- **Work request**:
Taking each line of the records in turn, count those containing "quick" and report only the number.

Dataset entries
++++++++++++++++++++
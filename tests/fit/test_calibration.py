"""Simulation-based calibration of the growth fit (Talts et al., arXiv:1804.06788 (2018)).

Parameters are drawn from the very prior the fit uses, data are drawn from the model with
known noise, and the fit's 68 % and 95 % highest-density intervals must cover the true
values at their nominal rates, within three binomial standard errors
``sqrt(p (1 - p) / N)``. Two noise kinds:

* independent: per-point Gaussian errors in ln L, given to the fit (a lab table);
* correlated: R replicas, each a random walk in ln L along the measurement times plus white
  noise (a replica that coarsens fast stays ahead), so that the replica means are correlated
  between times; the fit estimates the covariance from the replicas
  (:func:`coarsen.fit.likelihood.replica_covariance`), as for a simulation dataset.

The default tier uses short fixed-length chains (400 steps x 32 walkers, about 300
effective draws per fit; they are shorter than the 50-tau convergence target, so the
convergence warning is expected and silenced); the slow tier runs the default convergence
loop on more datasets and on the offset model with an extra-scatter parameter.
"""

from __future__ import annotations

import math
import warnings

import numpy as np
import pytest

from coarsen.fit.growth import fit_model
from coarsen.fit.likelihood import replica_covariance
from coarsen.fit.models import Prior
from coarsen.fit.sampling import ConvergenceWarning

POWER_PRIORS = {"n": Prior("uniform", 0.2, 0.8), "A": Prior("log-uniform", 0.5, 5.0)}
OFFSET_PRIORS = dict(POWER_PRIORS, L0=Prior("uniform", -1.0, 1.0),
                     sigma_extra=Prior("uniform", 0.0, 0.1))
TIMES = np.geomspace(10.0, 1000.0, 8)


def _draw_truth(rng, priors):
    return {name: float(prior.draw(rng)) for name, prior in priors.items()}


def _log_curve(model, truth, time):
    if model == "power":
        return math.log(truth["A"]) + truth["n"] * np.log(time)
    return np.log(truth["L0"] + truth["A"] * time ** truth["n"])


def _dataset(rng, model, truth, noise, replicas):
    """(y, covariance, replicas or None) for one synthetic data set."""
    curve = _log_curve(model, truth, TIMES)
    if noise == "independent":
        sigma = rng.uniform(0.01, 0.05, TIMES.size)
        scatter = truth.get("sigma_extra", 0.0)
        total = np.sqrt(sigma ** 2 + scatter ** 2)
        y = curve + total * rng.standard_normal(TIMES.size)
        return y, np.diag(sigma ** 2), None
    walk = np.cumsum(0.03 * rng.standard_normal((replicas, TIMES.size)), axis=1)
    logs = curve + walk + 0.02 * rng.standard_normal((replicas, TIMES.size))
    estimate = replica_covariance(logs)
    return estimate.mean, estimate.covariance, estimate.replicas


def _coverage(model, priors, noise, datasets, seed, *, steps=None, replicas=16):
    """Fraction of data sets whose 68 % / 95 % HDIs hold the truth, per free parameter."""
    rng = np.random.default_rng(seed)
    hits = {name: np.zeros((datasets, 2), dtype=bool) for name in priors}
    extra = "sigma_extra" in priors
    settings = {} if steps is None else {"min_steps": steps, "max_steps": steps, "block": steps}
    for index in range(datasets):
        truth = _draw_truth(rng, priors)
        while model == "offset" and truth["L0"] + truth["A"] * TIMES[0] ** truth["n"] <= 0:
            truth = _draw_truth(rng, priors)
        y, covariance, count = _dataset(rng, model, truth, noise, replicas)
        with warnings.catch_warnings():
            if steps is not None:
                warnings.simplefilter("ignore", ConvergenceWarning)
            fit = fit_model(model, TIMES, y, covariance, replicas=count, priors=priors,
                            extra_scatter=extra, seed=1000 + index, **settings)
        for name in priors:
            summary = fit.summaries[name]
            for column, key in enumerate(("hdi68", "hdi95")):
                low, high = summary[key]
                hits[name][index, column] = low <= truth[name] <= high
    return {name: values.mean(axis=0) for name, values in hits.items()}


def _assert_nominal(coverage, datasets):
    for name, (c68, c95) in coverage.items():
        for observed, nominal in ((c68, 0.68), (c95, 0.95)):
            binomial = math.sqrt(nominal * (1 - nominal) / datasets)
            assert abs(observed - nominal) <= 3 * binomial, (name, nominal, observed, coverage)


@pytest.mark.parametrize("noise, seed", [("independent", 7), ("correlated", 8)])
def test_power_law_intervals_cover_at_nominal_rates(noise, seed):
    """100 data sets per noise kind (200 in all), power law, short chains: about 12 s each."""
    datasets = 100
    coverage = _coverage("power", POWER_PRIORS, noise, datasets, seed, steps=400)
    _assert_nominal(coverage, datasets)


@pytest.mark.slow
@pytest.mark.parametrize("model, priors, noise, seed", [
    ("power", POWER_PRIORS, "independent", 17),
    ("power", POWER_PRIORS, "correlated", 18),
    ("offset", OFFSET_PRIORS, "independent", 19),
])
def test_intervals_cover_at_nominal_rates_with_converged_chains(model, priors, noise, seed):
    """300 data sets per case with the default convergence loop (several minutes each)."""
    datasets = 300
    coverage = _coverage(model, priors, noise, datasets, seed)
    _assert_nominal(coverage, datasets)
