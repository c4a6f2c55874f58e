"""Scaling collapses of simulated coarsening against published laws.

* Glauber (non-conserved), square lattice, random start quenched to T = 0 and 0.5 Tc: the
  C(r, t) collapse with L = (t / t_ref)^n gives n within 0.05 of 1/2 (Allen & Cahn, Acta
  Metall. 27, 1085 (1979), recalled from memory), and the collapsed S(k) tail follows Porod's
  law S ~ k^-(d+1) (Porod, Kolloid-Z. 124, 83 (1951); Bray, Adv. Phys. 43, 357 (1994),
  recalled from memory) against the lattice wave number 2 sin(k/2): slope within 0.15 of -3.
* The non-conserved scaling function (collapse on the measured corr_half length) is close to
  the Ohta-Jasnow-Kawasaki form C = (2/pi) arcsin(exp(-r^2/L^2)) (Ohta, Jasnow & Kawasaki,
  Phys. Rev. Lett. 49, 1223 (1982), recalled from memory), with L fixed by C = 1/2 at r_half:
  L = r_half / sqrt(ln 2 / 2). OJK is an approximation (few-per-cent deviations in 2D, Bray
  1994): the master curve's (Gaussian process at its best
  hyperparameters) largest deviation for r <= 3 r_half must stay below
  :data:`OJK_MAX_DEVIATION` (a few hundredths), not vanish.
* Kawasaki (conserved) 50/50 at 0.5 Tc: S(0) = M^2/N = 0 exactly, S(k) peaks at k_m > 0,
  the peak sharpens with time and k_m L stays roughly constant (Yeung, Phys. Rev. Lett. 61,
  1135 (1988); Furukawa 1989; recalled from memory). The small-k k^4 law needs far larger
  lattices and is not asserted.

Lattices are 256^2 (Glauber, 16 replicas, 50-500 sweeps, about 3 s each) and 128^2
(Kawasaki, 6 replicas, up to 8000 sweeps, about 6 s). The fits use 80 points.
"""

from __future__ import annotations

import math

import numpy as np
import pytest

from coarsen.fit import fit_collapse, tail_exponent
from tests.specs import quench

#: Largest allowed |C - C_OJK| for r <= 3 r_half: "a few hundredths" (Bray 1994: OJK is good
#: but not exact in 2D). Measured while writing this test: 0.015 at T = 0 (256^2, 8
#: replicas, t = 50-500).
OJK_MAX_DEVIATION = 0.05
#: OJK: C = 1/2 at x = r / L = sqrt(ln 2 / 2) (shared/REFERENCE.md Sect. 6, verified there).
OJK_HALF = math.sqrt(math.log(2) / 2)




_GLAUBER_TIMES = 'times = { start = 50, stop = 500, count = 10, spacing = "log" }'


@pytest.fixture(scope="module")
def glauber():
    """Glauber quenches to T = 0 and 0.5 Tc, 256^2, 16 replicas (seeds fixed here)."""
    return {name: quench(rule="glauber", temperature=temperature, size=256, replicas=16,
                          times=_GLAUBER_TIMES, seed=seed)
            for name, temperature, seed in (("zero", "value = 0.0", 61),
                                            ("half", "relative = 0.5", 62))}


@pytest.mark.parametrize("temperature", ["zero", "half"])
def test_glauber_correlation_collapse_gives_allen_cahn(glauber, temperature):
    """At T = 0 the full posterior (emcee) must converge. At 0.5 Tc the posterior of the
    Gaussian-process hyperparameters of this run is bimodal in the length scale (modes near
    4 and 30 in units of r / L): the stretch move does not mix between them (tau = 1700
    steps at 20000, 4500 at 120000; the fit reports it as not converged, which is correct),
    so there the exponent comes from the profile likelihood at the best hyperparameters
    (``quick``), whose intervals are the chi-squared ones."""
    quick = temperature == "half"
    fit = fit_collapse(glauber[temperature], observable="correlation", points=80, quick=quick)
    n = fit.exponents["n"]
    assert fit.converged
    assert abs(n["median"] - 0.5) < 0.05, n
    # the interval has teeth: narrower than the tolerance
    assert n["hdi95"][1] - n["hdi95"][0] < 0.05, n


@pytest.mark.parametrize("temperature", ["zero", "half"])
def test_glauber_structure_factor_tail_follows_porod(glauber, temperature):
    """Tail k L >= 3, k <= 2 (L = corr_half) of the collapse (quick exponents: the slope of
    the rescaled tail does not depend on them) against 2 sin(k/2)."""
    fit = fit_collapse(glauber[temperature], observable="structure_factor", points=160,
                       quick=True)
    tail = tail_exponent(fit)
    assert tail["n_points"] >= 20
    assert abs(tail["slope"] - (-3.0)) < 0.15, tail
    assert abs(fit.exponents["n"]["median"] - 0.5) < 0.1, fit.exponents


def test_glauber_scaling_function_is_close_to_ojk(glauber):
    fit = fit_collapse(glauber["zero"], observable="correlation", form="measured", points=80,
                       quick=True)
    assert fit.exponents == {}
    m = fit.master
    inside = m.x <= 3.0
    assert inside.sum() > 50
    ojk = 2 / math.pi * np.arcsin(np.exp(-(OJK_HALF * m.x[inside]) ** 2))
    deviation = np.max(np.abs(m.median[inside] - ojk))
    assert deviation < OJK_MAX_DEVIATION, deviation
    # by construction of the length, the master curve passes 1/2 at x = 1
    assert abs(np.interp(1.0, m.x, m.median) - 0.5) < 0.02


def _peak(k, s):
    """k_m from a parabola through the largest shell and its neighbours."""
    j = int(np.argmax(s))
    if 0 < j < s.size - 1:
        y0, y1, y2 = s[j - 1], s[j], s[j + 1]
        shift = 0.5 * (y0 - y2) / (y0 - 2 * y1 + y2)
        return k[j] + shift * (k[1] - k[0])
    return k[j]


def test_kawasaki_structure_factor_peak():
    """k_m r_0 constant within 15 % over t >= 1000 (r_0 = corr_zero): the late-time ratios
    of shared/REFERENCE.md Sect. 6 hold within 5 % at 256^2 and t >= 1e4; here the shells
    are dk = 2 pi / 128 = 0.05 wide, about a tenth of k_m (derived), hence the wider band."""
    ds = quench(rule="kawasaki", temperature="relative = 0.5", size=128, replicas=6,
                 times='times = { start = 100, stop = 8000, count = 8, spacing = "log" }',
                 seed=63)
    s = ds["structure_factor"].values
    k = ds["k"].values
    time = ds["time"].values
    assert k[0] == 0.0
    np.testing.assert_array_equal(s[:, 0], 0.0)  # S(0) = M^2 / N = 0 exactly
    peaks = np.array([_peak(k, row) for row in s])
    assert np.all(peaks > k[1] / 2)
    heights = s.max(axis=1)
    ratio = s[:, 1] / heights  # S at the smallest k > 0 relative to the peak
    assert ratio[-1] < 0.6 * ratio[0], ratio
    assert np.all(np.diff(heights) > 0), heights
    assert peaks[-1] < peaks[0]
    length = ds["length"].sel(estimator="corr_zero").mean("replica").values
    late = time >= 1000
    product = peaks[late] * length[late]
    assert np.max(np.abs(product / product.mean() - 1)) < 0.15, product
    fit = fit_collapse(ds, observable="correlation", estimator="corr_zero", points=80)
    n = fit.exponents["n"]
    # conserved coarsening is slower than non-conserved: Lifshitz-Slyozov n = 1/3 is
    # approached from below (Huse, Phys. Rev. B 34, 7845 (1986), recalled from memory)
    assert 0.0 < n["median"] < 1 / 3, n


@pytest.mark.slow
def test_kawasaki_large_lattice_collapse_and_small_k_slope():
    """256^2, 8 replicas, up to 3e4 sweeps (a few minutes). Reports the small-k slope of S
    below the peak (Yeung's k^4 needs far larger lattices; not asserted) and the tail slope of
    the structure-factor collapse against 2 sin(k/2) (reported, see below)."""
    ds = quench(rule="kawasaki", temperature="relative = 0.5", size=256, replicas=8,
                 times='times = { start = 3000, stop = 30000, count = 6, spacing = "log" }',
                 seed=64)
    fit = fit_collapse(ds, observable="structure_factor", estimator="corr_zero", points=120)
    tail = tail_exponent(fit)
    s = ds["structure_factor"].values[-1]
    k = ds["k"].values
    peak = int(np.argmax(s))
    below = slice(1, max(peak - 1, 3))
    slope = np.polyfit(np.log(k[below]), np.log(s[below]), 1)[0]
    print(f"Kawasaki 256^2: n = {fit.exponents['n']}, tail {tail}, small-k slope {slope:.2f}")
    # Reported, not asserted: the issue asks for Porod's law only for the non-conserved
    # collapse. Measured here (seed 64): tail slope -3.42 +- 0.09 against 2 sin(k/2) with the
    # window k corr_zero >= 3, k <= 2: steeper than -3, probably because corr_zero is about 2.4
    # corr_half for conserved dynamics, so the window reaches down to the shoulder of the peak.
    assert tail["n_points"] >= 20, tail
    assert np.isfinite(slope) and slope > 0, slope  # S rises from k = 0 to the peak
++++++++++++++++++++
- **Result for this exercise**:
6